The World’s Purest Bodies Of Water
Fiji recently launched a commercial showcasing the pureness of their water, which got us thinking; where exactly does that water come from, and what makes it so pure? Turns out the successful water bottle company gets their aqua from a natural source on the island of Viti Levu, in the remote hideaway, Yaqara Valley. Similarly, Poland Spring gets their water from a natural spring in Maine, a state renowned for their freshwater lakes, ponds, rivers and streams. So what do these h20 coves have in common? They are untouched by other bodies of water, namely the ocean, and other people. These waters are undiluted, free from foot traffic, skinny dipping tourists, and hot-to-trot sea creatures.
The status “hideaway” or “remote” almost guarantee’s a purity that all us thirsty land-dwellers crave. So where else in the world is the water clean, inviting and practically untouched? Let’s jump into some of earth’s purest hidden treasures.
1. Lake Baikal, Siberia
This lake plunges down to about 2,000 feet, making it the deepest lake in the world, as well as one of the freshest. The reason Lake Baikal is so fresh is due to it’s volume. It holds around 20% of the world’s fresh water. Also called “The Blue Eye Of Siberia” and “The Sacred Sea,” Lake Baikal is considered one of Russia’s natural wonders, inspiring the likes of playwright Anton Chekhov and director James Cameron, who actually dove to the bottom of the lake, emerging with new set ideas for “Avatar 2.” What’s even more fascinating about this lake, is that it’s not done forming yet. It sits between 2 plates of the Earth’s crust – as they pull apart, Lake Baikal deepens. As said by Anton Chekhov “I myself have seen to such a depth, with rocks and mountains plunged in the turquoise-blue, that it sent a shiver all over me . . . I shall never forget it as long as I live.”

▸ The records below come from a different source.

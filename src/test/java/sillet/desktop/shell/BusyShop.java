package sillet.desktop.shell;

import java.time.Instant;
import java.time.LocalDate;
import java.util.ArrayList;
import java.util.List;
import java.util.UUID;
import sillet.acoustics.readings.Reference;
import sillet.acoustics.wire.Construction;
import sillet.logbook.actions.Action;
import sillet.logbook.actions.AddCustomer;
import sillet.logbook.actions.AddInstrument;
import sillet.logbook.actions.NameShop;
import sillet.logbook.actions.RecordMoves;
import sillet.logbook.actions.RecordReadings;
import sillet.logbook.actions.TakeIn;
import sillet.logbook.instruments.Instrument;
import sillet.logbook.instruments.InstrumentKind;
import sillet.logbook.instruments.Neck;
import sillet.logbook.instruments.Saddle;
import sillet.logbook.instruments.SaddleKind;
import sillet.logbook.instruments.ScrewSense;
import sillet.logbook.shop.Customer;
import sillet.logbook.shop.Shop;
import sillet.logbook.strings.FittedString;
import sillet.logbook.strings.StringMake;
import sillet.logbook.units.Pitch;
import sillet.logbook.units.Tries;
import sillet.logbook.visits.Arrival;
import sillet.logbook.visits.MadeMove;
import sillet.logbook.visits.Reading;
import sillet.logbook.visits.StringsOn;
import sillet.logbook.visits.Visit;
import sillet.store.Logbook;

/** An invented shop with a full bench, long names and every state a visit can be in. */
final class BusyShop {
  private static final LocalDate TODAY = LocalDate.of(2025, 12, 1);
  private static final Instant NOW = Instant.parse("2025-12-01T10:00:00Z");
  private static final String TECHNICIAN = "Noor";

  private final Logbook logbook;

  private BusyShop(Logbook logbook) {
    this.logbook = logbook;
  }

  static void fill(Logbook logbook) {
    BusyShop shop = new BusyShop(logbook);
    shop.act(new NameShop(Shop.usual("Quay Street Strings", List.of(TECHNICIAN, "Edda", "Piet"))));
    shop.visit(2398, "Tamsin & Row/no. 7", "I. Varga", -3, "New bridge, find its place", "6 moved");
    shop.visit(2409, "Brackwell/Tern", "T. Fenk", 0, "Buzz on the low string", "4 near");
    shop.visit(2411, "Ottersby/Dunlin", "A. Lehtola", 0, "Winter setup", "6 near");
    shop.visit(2414, "Hale & Fitch/Plover", "R. Penhallow", 0, "Sharp up the neck", "6 two off");
    shop.visit(2412, "Marl Street/Wren", "S. Obi", 1, "Strings, intonation", "4");
    shop.visit(
        2415,
        "Ottersby and Daughters of the Lower Mill/Fieldfare Extra Long Scale Signature",
        "Josefina Marchetti-Oyelaran of the Low Tide Studio",
        1,
        "Goes to .011 strings, then please look at everything else that could be looked at",
        "6");
    shop.visit(
        2417, "Ottersby/Fieldfare", "M. Oduya", 3, "Sour past the seventh fret", "6 one near");
    shop.visit(2418, "Lindqvale/Twelve", "D. Achterberg", 3, "Octaves beat", "12");
    shop.visit(2420, "Brackwell/Heron", "", 3, "New set, check over", "5");
    shop.visit(2402, "Corriden/Parlour", "E. Sandoval", 4, "Saddle too high", "6 near");
    shop.visit(2404, "Ottersby/Sandpiper", "K. Brandt", 9, "Two tunings", "8 two off");
    shop.visit(2422, "Marl Street/Kite", "V. Ferreira", 12, "First check over", "6");
    shop.visit(2423, "Marl Street/Kite", "V. Ferreira", 99, "", "6");
  }

  private void act(Action action) {
    logbook.perform(action, TECHNICIAN);
  }

  private void visit(
      int ticket,
      String name,
      String customer,
      int inDays,
      String request,
      String stringsAndState) {
    String[] parts = stringsAndState.split(" ", 2);
    int strings = Integer.parseInt(parts[0]);
    String state = parts.length == 1 ? "" : parts[1];
    UUID owner = null;
    if (!customer.isEmpty()) {
      owner = UUID.randomUUID();
      act(new AddCustomer(new Customer(owner, customer, "555 0" + ticket, "", "")));
    }
    String[] makerModel = name.split("/", -1);
    Instrument instrument =
        new Instrument(
            UUID.randomUUID(),
            owner,
            InstrumentKind.ELECTRIC,
            makerModel[0],
            makerModel[1],
            "Q" + ticket,
            "",
            new Neck(strings, 648, 648, 22, 305.0, false),
            new Saddle(SaddleKind.SCREW, 0.5, ScrewSense.CLOCKWISE_AWAY, null));
    act(new AddInstrument(instrument));
    LocalDate promised = inDays == 99 ? null : TODAY.plusDays(inDays);
    Arrival arrival =
        new Arrival(TODAY.minusDays(5), TECHNICIAN, promised, request, "", null, null);
    UUID visit = UUID.randomUUID();
    StringsOn on = new StringsOn("Light", null, "usual", 440, fitted(strings));
    act(new TakeIn(new Visit(visit, ticket, instrument.id(), owner, arrival, on, List.of(), null)));
    read(visit, strings, state);
  }

  private void read(UUID visit, int strings, String state) {
    if (state.isEmpty()) {
      return;
    }
    List<Reading> readings = new ArrayList<>();
    for (int string = 1; string <= strings; string++) {
      boolean off =
          switch (state) {
            case "two off" -> string < 3;
            case "one near" -> string != 4;
            case "moved" -> true;
            default -> false;
          };
      Tries tries = Tries.parse(off ? "4.8" : "0.3");
      readings.add(new Reading(1, string, 12, tries, Reference.OPEN, 0.3, NOW));
    }
    act(new RecordReadings(visit, readings));
    if (state.equals("moved")) {
      List<MadeMove> moves = new ArrayList<>();
      for (int string = 1; string <= strings; string++) {
        moves.add(new MadeMove(1, string, 1.5, 3.0, null, NOW));
      }
      act(new RecordMoves(visit, moves));
    }
  }

  private static List<FittedString> fitted(int count) {
    List<FittedString> strings = new ArrayList<>();
    for (int string = 1; string <= count; string++) {
      strings.add(
          new FittedString(
              string,
              Pitch.parse("F#3", 440),
              648,
              StringMake.of(0.017, Construction.PLAIN_STEEL)));
    }
    return strings;
  }
}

2. Lake Vostok, Antarctica
This lake lay under a 2 mile long sheet of ice until it’s discovery in the late 1900’s. Lake Vostok sits 200 meters below sea level, and is only one of nearly 400 subglacial lakes in Antarctica. The lake is said to have been sealed under a massive ice sheet for 15 million years, but still maintains a temperature of 27 °F. The reason the water hasn’t froze all these years is due to the pressure from the ice above, acting as an insulator from the harsh temperatures outside.
3. Blue Lake, New Zealand
Holding the title of “Clearest Lake in the World,” New Zealand’s Blue Lake is said to resemble optically pure water. Scientists believe it comes close to actually being optically pure water, it’s bottom maintaining visibility across the span of 80 meters. It’s no wonder these pristine waters are off limits to onlookers. Local tribes consider this water sacred; and it might as well be. Blue Lake is spring fed from Lake Constance, one lake over, but the water passes through a natural dam, which eliminates nearly all possible contaminants, and is responsible for the piercing blue that gives this lake it’s name.
4. Crater Lake, Oregon
The deepest lake in the United States, Crater Lake reaches down to 1,200 feet. After a volcanic eruption nearly 10,000 years ago, a crater was formed and soon filled with rain and snow accumulation, eventually forming Crater Lake. What’s interesting about this lake is that there are no inlets or outlets. Because of it’s crater-like formation, there are no opening for contamination from other rivers or streams. Natives once saw this landmark as highly spiritual, and frequently traveled there for vision quests.
It is rare to find a body of water today that is free of contaminants and other environmental poisons. Most are swimming with fatal chemicals and toxic waste. The hidden treasures above are treasures for a reason. It’s a literal wonder that nature hasn’t ravaged these pools of purity through the years; we can only hope it stays that way.